From: "Ron Jeffries" <ronjeffries@acm.org>

Ron Jeffries wrote:

I believe when InstantRails launches a command prompt, it does the
use_ruby. All that does, actually, is add ruby and mysql to the path.
Ruby is already there, mySql isn't ... which I would think would make
some things not work at all, not work slowly.

Anyway, rails -v is 5 or 6 seconds even after use_ruby

<sigh/>
  
Hmm.. I'm not sure where to look any more. :-S

Cheers,
Mohit.
11/16/2007 | 4:28 PM.

Ruby -v (print the version) is a bit slower on my machine than Chet's.
A ruby program counting to N is a small constant amount slower on my
machine, like one second slower no matter what N is, up to about
100,000.

A C# program counting to 1,000,000,000 runs the same on his machine
and mine.

When in the Rails ruby folder, we run
  ruby runner.rb ruby
Chet's machine takes about 6 seconds, and mine takes 93 seconds.

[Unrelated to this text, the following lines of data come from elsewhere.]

def icc_profile(space: bytes, tags: dict[bytes, bytes]) -> bytes:
    """A minimal ICC profile: 128-byte header, tag table, tag data (ICC.1:2010, 7.2-7.3)."""
    header = bytearray(128)
    header[8:12] = bytes([2, 0x10, 0, 0])  # version 2.1
    header[12:16] = b"mntr"
    header[16:20] = space
    header[20:24] = b"XYZ "
    header[36:40] = b"acsp"
    table = struct.pack(">I", len(tags))
    data = b""
    offset = 128 + 4 + 12 * len(tags)
    for sig, body in tags.items():
        body = body + b"\x00" * (-len(body) % 4)
        table += struct.pack(">4sII", sig, offset + len(data), len(body))
        data += body
    profile = bytes(header) + table + data
    return struct.pack(">I", len(profile)) + profile[4:]


def curv(entries) -> bytes:
    """curveType (ICC.1:2010 10.5): 'curv', reserved, count, uInt16 entries."""
    return b"curv" + bytes(4) + struct.pack(f">I{len(entries)}H", len(entries), *entries)


def para(kind: int, params) -> bytes:
    """parametricCurveType (ICC.1:2010 10.15): s15Fixed16 parameters."""
    return (
        b"para"
        + bytes(4)
        + struct.pack(">HH", kind, 0)
        + struct.pack(f">{len(params)}i", *[round(p * 65536) for p in params])
    )


def save(tmp_path: Path, name: str, image: Image.Image, **kw) -> Path:
    path = tmp_path / name
    image.save(path, **kw)
    return path


def gradient_rgb(height=48, width=64) -> np.ndarray:
    y, x = np.mgrid[0:height, 0:width]
    return np.dstack([x * 255 // (width - 1), y * 255 // (height - 1), (x * 7 + y * 3) % 256]).astype(np.uint8)


def expect_error(exc_type, path, match, func, *args, **kw):
    """Call, expect exc_type with a one-line message naming the path."""
    with pytest.raises(exc_type, match=match) as info:
        func(*args, **kw)
    message = str(info.value)
    assert "\n" not in message
    if path is not None:
        assert str(path) in message
    return message


# ------------------------------------------------------------- modes and depths


def test_grey8_png_is_exact(tmp_path):
    grey = RNG.integers(0, 256, (40, 50), dtype=np.uint8)
    path = save(tmp_path, "g.png", Image.fromarray(grey))
    img = load_image(path)
    assert isinstance(img, LoadedImage)
    np.testing.assert_array_equal(img.grey, grey)
    assert img.grey.dtype == np.uint8 and img.grey.flags.c_contiguous
    assert (img.width_px, img.height_px) == (50, 40)
    assert (img.format, img.mode, img.bit_depth, img.orientation) == ("PNG", "L", 8, 1)
    assert img.to_linear.shape == (256,) and img.to_linear.dtype == np.float32
    assert img.path == str(path)
    assert img.sha256 == hashlib.sha256(path.read_bytes()).hexdigest()


@pytest.mark.parametrize("ext", ["png", "tif"])
def test_rgb8_matches_pillow_luma(tmp_path, ext):
    rgb = RNG.integers(0, 256, (30, 40, 3), dtype=np.uint8)
    path = save(tmp_path, f"c.{ext}", Image.fromarray(rgb))
    img = load_image(path)
    # Reference library: pillow's own RGB -> L conversion.
    np.testing.assert_array_equal(img.grey, np.asarray(Image.fromarray(rgb).convert("L")))
    # ITU-R BT.601 luma, rounded.
    assert np.max(np.abs(img.grey - luma601(rgb))) <= 0.5 + 1e-6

This is ruby tests, not rails. Other comparison tests our machines are
about the same, including a big loop in C#, starting visual studio,
starting eclipse, or starting Word. By and large, the machines run the
same speed. For Ruby, I'm 15x slower or worse.

Advise me, please. Thanks,

Ron Jeffries
www.XProgramming.com

···

On Wed, 14 Nov 2007 11:42:17 -0500, Tanner Burson <tanner.burson@gmail.com> wrote:

Does it happen running irb, or other normal ruby scripts, or is it
strictly related to rails?

Mohit Sindhwani wrote:

Ron Jeffries wrote:

I believe when InstantRails launches a command prompt, it does the
use_ruby. All that does, actually, is add ruby and mysql to the path.
Ruby is already there, mySql isn't ... which I would think would make
some things not work at all, not work slowly.

Anyway, rails -v is 5 or 6 seconds even after use_ruby

<sigh/>
  
Hmm.. I'm not sure where to look any more. :-S

Cheers,
Mohit.
11/16/2007 | 4:28 PM.

Hmmm ... maybe we should get an IRC channel up for hunting this down. I've got some friends who can usually nail something like this in less than an hour if it's a general Windows/laptop issue and not something in Ruby or Rails. I'm still clinging to the hope that it *is* a general Windows/laptop issue.

One thing you might try is CodeAnalyst from AMD. I think it works even on Intel processors, at least at the basic level. It will tell you if something is using a lot of *processor* time. If it's I/O, swapping, or some timeout, you won't see anything.